Natasha Lucas; Cameron Hill; Elisabeth Karsten; Dana Pascovici; Rosalee McMahon; Ben Herbert

Introduction

Proteomic biomarker studies of blood are primarily performed on plasma/serum using specific blood collection and sample preparation steps to address dynamic range issues arising from high abundance proteins. In some clinical studies the whole blood cell pellet, after plasma removal, is stored frozen although the lysis of cells exacerbates the sample preparation challenges for proteomics.

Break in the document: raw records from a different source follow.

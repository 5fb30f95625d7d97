/**
 * Lazy greedy for large sparse rooms (after Minoux, "Accelerated greedy algorithms for
 * maximizing submodular set functions", 1978). Gains h_j c_j / N_jj (identity 2) are estimated
 * from above by h_j c_j / N^lo_jj, where N^lo_jj <= N_jj counts returns in one or two hops
 * only; because the total is supermodular, old estimates stay upper bounds. Each round the
 * `lazyChecks` (default 3) people with the highest estimates are checked exactly (one sparse
 * solve for their column of N) and the best checked person is chosen; when that exact gain
 * exceeds every remaining estimate, the choice is provably the greedy one.
 * Per round: the checks, each O(m * iterations); in undirected rooms h and c are then updated
 * from the chosen person's column (identity 1, with N = L_T^-1 D giving the row), with fresh
 * solves every tenth round; directed rooms re-solve h and c (two more solves).
 *
 * What is estimated, and the error: the first starter is the best of the five best-connected
 * people (not the best of all n); a later choice can differ from exact greedy when a person
 * outside the checked few has a larger true gain (the notes count the rounds where this could
 * not be ruled out); the reported total is a fresh solve of the final set; the quality rank
 * uses an estimated worst single starter. The lower bound (identity 6 with upper-bounded gains)
 * is proven, so the stated gap to best is a true bound.
 */
import { EngineError } from './errors';
import { classPickSparse } from './plan-lazy-start';
import { finishPlan, type PlanContext } from './plan-context';
import type { PlanResult } from './plan-types';
import { SparseSystem } from './sparse-system';

export function lazyGreedyPlan(ctx: PlanContext): PlanResult {
  const { room, n, k, allowed } = ctx;
  const tol = 1e-10;
  const scale = 1 / (1 - room.laziness);
  const ones = new Float64Array(n).fill(1);
  const progress = ctx.options.onProgress;
  const evalTotal = (set: number[]) => {
    const sys = new SparseSystem(room, set, tol);
    const h = sys.solve(ones);
    let t = 0;
    for (let i = 0; i < n; i++) if (sys.active[i]) t += h[i];
    return t;
  };
  // Start: required people plus one per open closed group; in a room with a single closed
  // group and nothing required, the best of five well-connected candidates.
  const start = classPickSparse(ctx);
  const starters = [...start.set];
  ctx.worstOverride = Math.max(...start.evaluated.map((t) => t * scale), 0) || undefined;
  if (start.evaluated.length > 0)
    ctx.notes.push(
      `First starter: best of ${start.evaluated.length - 1} well-connected candidates (an estimate of the best single starter).`,
    );
  const ub = new Float64Array(n);
  const freshAt = new Int32Array(n).fill(-1);
  let sys = new SparseSystem(room, starters, tol);
  let h = sys.solve(ones);
  let c = sys.solveTransposed(ones);
  let step = 0;
  let checks = 0;
  let unproven = 0;
  const recompute = () => {
    const lo = sys.diagLowerBound();
    for (let j = 0; j < n; j++) ub[j] = sys.active[j] && allowed[j] ? (h[j] * c[j]) / lo[j] : -Infinity;
  };
  recompute();
  const tighten = () => {
    const lo = sys.diagLowerBound();
    for (let j = 0; j < n; j++) {
      if (!sys.active[j] || !allowed[j]) {
        ub[j] = -Infinity;
        continue;
      }
      const fresh = (h[j] * c[j]) / lo[j];
      if (fresh < ub[j]) ub[j] = fresh;
    }
  };
  const bound = (rawTotal: number) => {
    const r = k - ctx.mustInclude.length;
    const top = Array.from(ub)
      .filter((g) => g > 0)
      .sort((a, b) => b - a)
      .slice(0, r);
    ctx.bounds.push((rawTotal - top.reduce((s, g) => s + g, 0)) * scale);
  };
  const sumH = () => {
    let t = 0;
    for (let i = 0; i < n; i++) if (sys.active[i]) t += h[i];
    return t;
  };
  let rawTotal = sumH();
  bound(rawTotal);
  const e = new Float64Array(n);
  const checksPerPick = Math.max(1, ctx.options.lazyChecks ?? 3);
  while (starters.length < k) {
    step++;
    // Pick: the highest estimated gains; the top few are checked exactly (one solve each for
    // the column of N), and the best checked person is chosen. A checked gain that stays
    // above every other estimate is chosen at once.
    let chosen = -1;
    let chosenGain = -Infinity;
    const columns = new Map<number, Float64Array>();
    for (let q = 0; q < checksPerPick; q++) {
      let best = -1;
      for (let j = 0; j < n; j++) if (ub[j] > -Infinity && freshAt[j] !== step && (best < 0 || ub[j] > ub[best] * (1 + 1e-12))) best = j;
      if (best < 0) break;
      if (chosen >= 0 && ub[best] <= chosenGain) break;
      e.fill(0);
      e[best] = 1;
      const col = sys.solve(e);
      columns.set(best, col);
      checks++;
      ub[best] = (h[best] * c[best]) / col[best];
      freshAt[best] = step;
      if (ub[best] > chosenGain * (1 + 1e-12) || (ub[best] >= chosenGain * (1 - 1e-12) && best < chosen)) {
        chosen = best;
        chosenGain = ub[best];
      }
    }
    if (chosen < 0) throw new EngineError('NO_FEASIBLE_PLAN', 'No allowed person is left to brief.');
    starters.push(chosen);
    const x = columns.get(chosen)!;
    sys = new SparseSystem(room, starters, tol);
    if (sys.symmetric && step % 10 !== 0) {
      // Identity 1 with the column just solved: h' = h - x h_j / x_j; for undirected rooms
      // N = L_T^-1 D, so row j of N is x_l d_l / d_j and c' needs no further solve.
      const d = room.csr.outStrength;
      const hj = h[chosen];
      const cj = c[chosen];
      const xj = x[chosen];
      for (let i = 0; i < n; i++) {
        if (!sys.active[i]) {
          h[i] = 0;
          c[i] = 0;
          continue;
        }
        h[i] -= (x[i] * hj) / xj;
        c[i] -= (cj * x[i] * d[i]) / (d[chosen] * xj);
      }
    } else {
      // Fresh solves now and then, so rounding from the rank-one updates cannot build up.
      h = sys.solve(ones, h);
      c = sys.solveTransposed(ones, c);
    }
    rawTotal = sumH();
    if (!provenRound(ub, freshAt, step, chosen)) unproven++;
    // Old bounds stay valid (supermodularity); fresh estimates at the new set are valid too,
    // so keep the smaller of the two.
    tighten();
    bound(rawTotal);
    progress?.({ stage: 'lazy-greedy', done: starters.length, of: k });
  }
  // Fresh upper bounds at the final set for the proven lower bound.
  recompute();
  bound(rawTotal);
  const total = evalTotal(starters) * scale;
  ctx.notes.push(
    `Lazy greedy: ${checks} exact gain checks; in ${unproven} of ${k - start.set.length} rounds an unchecked person's estimate exceeded the chosen gain, so the choice may differ from exact greedy there. ` +
      `The total is a fresh iterative solve (relative residual ${tol}); the lower bound and gap are proven.`,
  );
  return finishPlan(ctx, 'lazy-greedy', starters, total);
}

/** True when the chosen person's exact gain is at least every remaining (upper-bound) estimate. */
function provenRound(ub: Float64Array, freshAt: Int32Array, step: number, chosen: number): boolean {
  const g = ub[chosen];
  for (let j = 0; j < ub.length; j++) if (j !== chosen && freshAt[j] !== step && ub[j] > g * (1 + 1e-12)) return false;
  return true;
}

Using volumetric absorptive microsampling (VAMS) devices we have developed a series of methods to fractionate samples using serial washing and in-tip digests. This successfully addresses the dynamic range problem of dried whole blood and enhances the detection of the blood proteome. In a previous study we demonstrate successful detection and robust quantification from single-shot shotgun-LC-MS analysis of dried whole blood.

 

Methods

In this study whole blood was collected into VAMS tips to test the use of various wash buffer combinations (salts, organic solvents, acids, detergents) in producing different protein profiles. These methods were further implemented in a clinical study with the aim to identify protein biomarkers of disease. In this study we obtained plasma and frozen whole blood cell pellets from patients with clinical stages II – IV non-small cell lung cancer (NSCLC) and age and sex matched healthy controls. For this cohort, 30µL thawed whole blood cell pellets was loaded onto VAMS devices. All samples were dried, washed, and trypsin digested in situ. Peptides were separated using a one-hour gradient and detected using a HF-X Orbitrap mass spectrometer in DIA-mode.

Preliminary Data

Our rapid and reproducible methods enable the production of high-quality data from small aliquots of complex samples that are typically seen as requiring significant fractionation prior to proteomic analysis. Using different wash buffers produces a distinct protein profile and hence can be used to target specific protein and/or peptide populations.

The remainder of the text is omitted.